WHEN IN DOUBT – SIT THEM OUT
For those of us who have been involved in or “around” sports, we often hear of an athlete who “gets their bell rung” or “got dinged” following trauma to the head, whether from another athlete, the ground or some object. In reality what these athletes may be experiencing is a sports related concussion requiring appropriate medical intervention.
So what exactly is a concussion? In basic terms a concussion is a mild Traumatic Brain Injury (TBI) that can occur from an impact to the head. Although most common in football, soccer and basketball, a concussion can occur in any sport, physical activity or accident involving a blow to the head.
In 2009 the Oregon Legislature enacted Max’s Law to require implementation of concussion management guidelines to protect athletes and help ensure their safe return to athletics and academics. The first component of managing a suspected concussion is to RECOGNIZE if a concussion has occurred.
Symptoms reported by the athlete may include:
- blurred or double vision
- feeling groggy
- problems with concentration or memory
Symptoms observed may include:
- long-term or short-term amnesia
- delayed responses to questions
- personality or behavioral changes
- poor recall
- loss of consciousness (LOC).
LOC does not have to be present for a concussion to have occurred!
If a concussion is suspected the athlete should be REMOVED from participation in that event or training for the remainder of the day.
The athlete should then be REFERRED for proper medical treatment. In the presence of LOC or deteriorating signs and symptoms this could involve immediate referral to the ER.

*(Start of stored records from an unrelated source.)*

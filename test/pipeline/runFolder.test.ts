// The run folder and the rule by which a stage is kept: written whole, never another's files, run again on any change.
import { mkdirSync, readdirSync, readFileSync, writeFileSync } from "node:fs";
import { join } from "node:path";
import { describe, expect, it } from "vitest";
import type { Engine } from "../../src/engine/openEngine.js";
import { openRunFolder, type RunFolder, RunFolderError, runDigest, sha256 } from "../../src/pipeline/runFolder.js";
import { runStage, type Stage, type StageContext } from "../../src/pipeline/stage.js";
import { scratch } from "../cli/binary.js";
import { ROVER } from "../plant/examples.js";
import { plantOf } from "../plant/reading.js";

describe("openRunFolder", () => {
  it("makes a folder with those above it, only when asked", () => {
    const path = join(scratch(), "a/b/run");
    expect(() => openRunFolder(path, false)).toThrow(RunFolderError);
    openRunFolder(path, true);
    expect(readdirSync(path)).toEqual([]);
    expect(openRunFolder(path, false).manifest()).toBeNull();
  });

  it("refuses a folder with files of others, and a file, and touches neither", () => {
    const path = scratch();
    writeFileSync(join(path, "thesis.txt"), "words");
    writeFileSync(join(path, "old.part"), "half");
    expect(() => openRunFolder(path, true)).toThrow(/holds files but no manifest\.json.*new or empty folder/);
    expect(() => openRunFolder(join(path, "thesis.txt"), true)).toThrow(RunFolderError);
    expect(() => openRunFolder(join(path, "thesis.txt", "in"), true)).toThrow(RunFolderError);
    expect(readdirSync(path).sort()).toEqual(["old.part", "thesis.txt"]);
  });

  it("removes what a killed write left, and nothing else", () => {
    const path = scratch();
    for (const name of ["manifest.json", "summary.json", "summary.json.part"]) writeFileSync(join(path, name), "{}");
    openRunFolder(path, false);
    expect(readdirSync(path).sort()).toEqual(["manifest.json", "summary.json"]);
    const killedAtOnce = join(path, "other");
    mkdirSync(killedAtOnce);
    writeFileSync(join(killedAtOnce, "manifest.json.part"), "{");
    expect(openRunFolder(killedAtOnce, true).manifest()).toBeNull();
  });

  it("writes whole: a write that fails leaves the former file", () => {
    const path = scratch();
    const folder = openRunFolder(path, true);
    folder.writeJson("a.json", { value: 1 });
    expect(folder.readJson("a.json")).toEqual({ value: 1 });
    mkdirSync(join(path, "a.json.part"));
    expect(() => folder.writeJson("a.json", { value: 2 })).toThrow();
    expect(folder.readJson("a.json")).toEqual({ value: 1 });
    expect(folder.hash("a.json")).toBe(sha256(readFileSync(join(path, "a.json"))));
  });

  it("says which file is missing or not whole", () => {
    const path = scratch();
    const folder = openRunFolder(path, true);
    expect(() => folder.readText("no.json")).toThrow(/no\.json: missing or unreadable/);
    folder.writeText("cut.json", '{"a": [1,');
    expect(() => folder.readJson("cut.json")).toThrow(/cut\.json: not whole JSON/);
    for (const text of ["null", "[]", '{"format":2}', '{"format":1,"seed":1,"plantPath":"p"}']) {
      folder.writeText("manifest.json", text);
      expect(() => folder.manifest(), text).toThrow(/manifest\.json: not a manifest of format 1/);
    }
  });

  it("hashes SHA-256", () => {
    // NIST, Secure Hash Standard examples: "abc"
    expect(sha256("abc")).toBe("ba7816bf8f01cfea414140de5dae2223b00361a396177a9cb410ff61f20015ad");
  });
});

const PLANT = plantOf(ROVER);
const ENGINE = { name: "wasm", version: "1" } as Engine;

function context(folder: RunFolder, changes: Partial<StageContext> = {}): StageContext {
  return {
    folder,
    plant: PLANT,
    plantText: ROVER,
    plantPath: "/fields/plant.yaml",
    runtime: "node",
    seed: 1,
    engine: () => Promise.resolve(ENGINE),
    progress: () => undefined,
    signal: new AbortController().signal,
    parent: null,
    code: "code",
    workers: 1,
    ...changes,
  };
}

function stages(): { ran: string[]; first: Stage; second: Stage; sources: Record<string, string> } {
  const ran: string[] = [];
  const sources: Record<string, string> = { log: "hash of the log" };
  const first: Stage = {
    name: "intake",
    title: "",
    reads: [],
    makes: ["a.json", "sometimes.json"],
    learns: false,
    sources: () => sources,
    run: ({ folder, seed }) => {
      ran.push("first");
      folder.writeJson("a.json", { seed });
      return Promise.resolve("made a");
    },
  };
  const second: Stage = {
    name: "residual",
    title: "",
    reads: ["a.json"],
    makes: ["b.json"],
    learns: true,
    run: ({ folder }) => {
      ran.push("second");
      folder.writeJson("b.json", { of: folder.readText("a.json") });
      return Promise.resolve("");
    },
  };
  return { ran, first, second, sources };
}

describe("runStage", () => {
  const settled = async () => {
    const folder = openRunFolder(join(scratch(), "run"), true);
    const { ran, first, second, sources } = stages();
    const both = async (changes: Partial<StageContext> = {}): Promise<string[]> => {
      ran.length = 0;
      for (const stage of [first, second]) await runStage(stage, context(folder, changes), false);
      return [...ran];
    };
    expect(await both()).toEqual(["first", "second"]);
    expect(await both()).toEqual([]);
    return { folder, both, first, second, sources, ran };
  };

  it("keeps what the same inputs made, and says so", async () => {
    const { folder, first } = await settled();
    const kept = await runStage(first, context(folder), false);
    expect(kept).toMatchObject({ name: "intake", reused: true });
    expect(folder.manifest()!.stages.intake!.seconds).toBe(kept.seconds);
    expect(await runStage(first, context(folder), true)).toMatchObject({ reused: false, note: "made a" });
  });

  const changes: [string, Partial<StageContext>, string[]][] = [
    ["another plant text", { plantText: `${ROVER}# a word\n` }, ["first", "second"]],
    ["another seed", { seed: 2 }, ["first", "second"]],
    ["other code", { code: "other" }, ["first", "second"]],
    [
      "another engine, which only learning stages see",
      { engine: () => Promise.resolve({ ...ENGINE, name: "cpu" }) },
      ["second"],
    ],
    ["another count of workers, which changes nothing", { workers: 7 }, []],
    ["another folder of the plant file, which changes nothing", { plantPath: "/elsewhere/plant.yaml" }, []],
  ];
  for (const [what, change, expected] of changes)
    it(`runs again on ${what}`, async () => {
      const { both } = await settled();
      expect(await both(change)).toEqual(expected);
      expect(await both(change)).toEqual([]);
    });

  it("runs again on another source file", async () => {
    const { both, sources } = await settled();
    sources.log = "another hash";
    // the second reads only what the first made, and that has come out the same
    expect(await both()).toEqual(["first"]);
    expect(await both()).toEqual([]);
  });

  it("runs again what was edited by hand, deleted, or added to what it makes", async () => {
    const { both, folder } = await settled();
    const made = folder.readText("b.json");
    folder.writeText("b.json", "{}");
    expect(await both()).toEqual(["second"]);
    expect(folder.readText("b.json")).toBe(made);
    folder.remove("a.json");
    expect(await both()).toEqual(["first"]);
    folder.writeText("sometimes.json", "{}");
    expect(await both()).toEqual(["first"]);
    expect(folder.has("sometimes.json")).toBe(false);
  });

  it("needs the files of the stages before it", async () => {
    const folder = openRunFolder(join(scratch(), "run"), true);
    await expect(runStage(stages().second, context(folder), false)).rejects.toThrow(
      /a\.json: missing.*'residual' needs it/,
    );
  });

  it("that fails leaves a run folder without its record, which goes on", async () => {
    const folder = openRunFolder(join(scratch(), "run"), true);
    const { first } = stages();
    const broken: Stage = {
      ...first,
      run: async (of) => {
        await first.run(of);
        throw new Error("power cut");
      },
    };
    await expect(runStage(broken, context(folder), false)).rejects.toThrow("power cut");
    const again = openRunFolder(folder.path, true);
    expect(again.manifest()!.stages).toEqual({});
    expect(await runStage(first, context(again), false)).toMatchObject({ reused: false });
  });

  it("digests what was made but for the report", async () => {
    const { folder, first, second } = await settled();
    const digest = runDigest(folder.manifest()!);
    await runStage({ ...second, name: "report", makes: ["c.json"] }, context(folder), false);
    expect(runDigest(folder.manifest()!)).toBe(digest);
    await runStage(first, context(folder, { seed: 9 }), false);
    expect(runDigest(folder.manifest()!)).not.toBe(digest);
  });
});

RETURN to participation is allowed only after medial release from an appropriately trained medical professional, usually the athlete’s primary care provider. This should follow a stepwise progression involving gradual return to physical activity as well as mental and cognitive activity as follows:
- Complete rest until symptoms have resolved
- Light mental activity and low impact physical activity after asymptomatic for 24 hrs.
- Non-contact / sport specific activity if remaining symptom free following step 2
- Return to sport specific drills
- Return to full contact participation with medical clearance
The athlete must remain symptom free prior to and following progression to the next level of activity.
Keep your kids healthy! If you suspect, or have questions regarding a possible concussion situation please contact your health care provider.